On the other hand, I'm not going to spend any more of my life in a sexless marriage, and I'm betting after this time, that's what it'll be.
There is a lot more to the story that I could share, of course. After that long, how do you really let go? Or how do you come to the conclusion that that's what you have to do? Any suggestions are welcome.


----------



## SunnyT (Jun 22, 2011)

IFyou want her, and don't want a divorce.... why don't you WOO her? It sounds like that is what she wants. She wants you to WANT HER.


----------



## Toffer (Jan 31, 2012)

OK maybe I'm a little late to this rodeo but why is it always the man's fault?

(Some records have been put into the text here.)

def _ladder(ses, path: Path, budget: int | None = None) -> bool:
    """The ladder of DESIGN 6 over a path: fewest legs before s0, fewest cab changes, fewest
    balises; errors to 0; inputs least on the grid; then s0's own values (least, or least
    magnitude; Booleans false first, directions nominal first); then the inputs' Booleans."""
    V = path.state_vars

    def state(L) -> None:
        for name in ("actual.travelled", "est.travelled", "actual.over_reading", "actual.under_reading"):
            L.least_on_grid(V[name], Fraction(0))
        for name in ("actual.front", "est.front_passage"):
            L.least_magnitude(V[name])
        for name, c in V.items():
            if not name.startswith(("acc.", "legs.")):
                continue
            if z3.is_bool(c):
                L.try_fix(z3.Not(c))
            elif z3.is_int(c) and name.startswith("acc."):
                L.least_int(c, 0)                      # a count
            elif z3.is_int(c):                         # a direction: nominal, reverse, unknown
                L.try_fix(c == 1) or L.try_fix(c == -1) or L.try_fix(c == 0)
            elif name.endswith((".distance", ".odometer")):
                L.least_on_grid(c, Fraction(0))
            else:
                L.least_magnitude(c)
        L.try_fix(V["actual.orientation"] == 1)
        L.try_fix(V["actual.motion"] == 1)
        if path.route:      # no group found on the path where possible; then the route's state
            for found, det in path.detections:
                L.try_fix(found == 0)
                L.least_magnitude(det)
            for name in ("lrbg.frame", "passage.direction"):
                L.try_fix(V[name] == 1)
            for name, c in V.items():
                if z3.is_bool(c) and name.startswith(("g", "lrbg.", "passage.")):
                    L.try_fix(z3.Not(c) if name != "passage.running" else c)

    return solve.ladder(ses, path.inputs, path.K, V["legs.count"], V["cab_changes"], state,
                        budget=budget)


def read_path(model, path: Path) -> dict:
    """A path's inputs as plain data: ``world`` (the static inputs, flat as
    ``solve.read_world`` gives them, no legs), ``state`` (s0: every constant of
    :attr:`Path.state_vars` by name) and ``legs`` (the depth's legs, flat)."""
    ev = lambda t: model.evaluate(t, model_completion=True)  # noqa: E731
    I = path.inputs
    world = {
        "balises": ev(I["lrbg.balises"]).as_long(), "read": ev(I["lrbg.read"]).as_long(),
        "linked": z3.is_true(ev(I["lrbg.linked"])),
        "locacc": solve.to_fraction(ev(I["lrbg.locacc"])), "offset": solve.to_fraction(ev(I["lrbg.offset"])),
        "length": solve.to_fraction(ev(I["train.length"])), "antenna": solve.to_fraction(ev(I["train.antenna"])),
        "direction": "nominal" if ev(I["passage.direction"]).as_long() == 1 else "reverse",
        "running": "forward" if z3.is_true(ev(I["passage.running"])) else "backward",
        "detect_error": solve.to_fraction(ev(I["passage.detect_error"])), "legs": [],
    }
    for n in solve.later_groups(I):       # a route's later groups, detections so far included
        world[n] = solve.read_group(ev, I, n)
    state = {}
    for name, c in path.state_vars.items():
        v = ev(c)
        state[name] = z3.is_true(v) if z3.is_bool(c) else solve.to_fraction(v)
    count = state["legs.count"]
    for name in [n for n in state if n.startswith("legs.") and n != "legs.count"]:
        if int(name.split(".")[1]) > count:   # a leg not run yet: its frozen copy means nothing
            del state[name]
    legs = []
    for cab, fwd, dist, odo in path.leg_inputs:
        legs.append({"cab_change": z3.is_true(ev(cab)),
                     "running": "forward" if z3.is_true(ev(fwd)) else "backward",
                     "distance": solve.to_fraction(ev(dist)), "odometer": solve.to_fraction(ev(odo))})
    out = {"world": world, "state": state, "legs": legs}
    if path.route:
        for leg, (found, det) in zip(legs, path.detections):
            leg["found"] = ev(found).as_long()
            leg["detect_error"] = solve.to_fraction(ev(det))
        # the current LRBG's passage as the encoding derives it (the simulator checks it)
        S = path.states[0]["route"]["cur"]["S"]
        cur = {}
        for key in ("lrbg.balises", "lrbg.read", "lrbg.linked", "lrbg.locacc", "lrbg.offset",
                    "passage.direction", "passage.running", "passage.detect_error", "prv", "prv_group"):
            v = ev(S[key])
            cur[key] = z3.is_true(v) if z3.is_bool(v) else solve.to_fraction(v)
        out["current"] = cur
    return out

He has been faithful and a provider for 36 years and then she just decides "That's enough" without any (I am assuming here) warning? If she had issues, why couldn't she voice them?


----------



## Workdog (Feb 23, 2012)

Toffer said:


> OK maybe I'm a little late to this rodeo but why is it always the man's fault?
> 
> He has been faithful and a provider for 36 years and then she just decides "That's enough" without any (I am assuming here) warning? If she had issues, why couldn't she voice them?


That's one of the things that I'm struggling with. I've always had a good job, and shared freely. She has mostly been a SAHM, but when she has worked, her money has been her own, in her own accounts. If anything, I am the quintessential beta-orbiter type.

About four years ago she quit coming to bed until I was asleep. She said she couldn't sleep anyway. Then it was I never talk to her. While I may not talk as much as she would like, it's certainly not "never", or anything close. Now, she's saying that I never gave her money (not a good provider), never protected or supported her, and I've have destroyed our children's and grandchildren's lives by moving out. And, she never thought I liked her. The only reason she married me was to get her out of her mother's house. I must have been a real jerk for 39 years and didn't know it.

Is it just me, or does it sound like there is an EA going on? Or is this the result of menopausal hormonal imbalance?


----------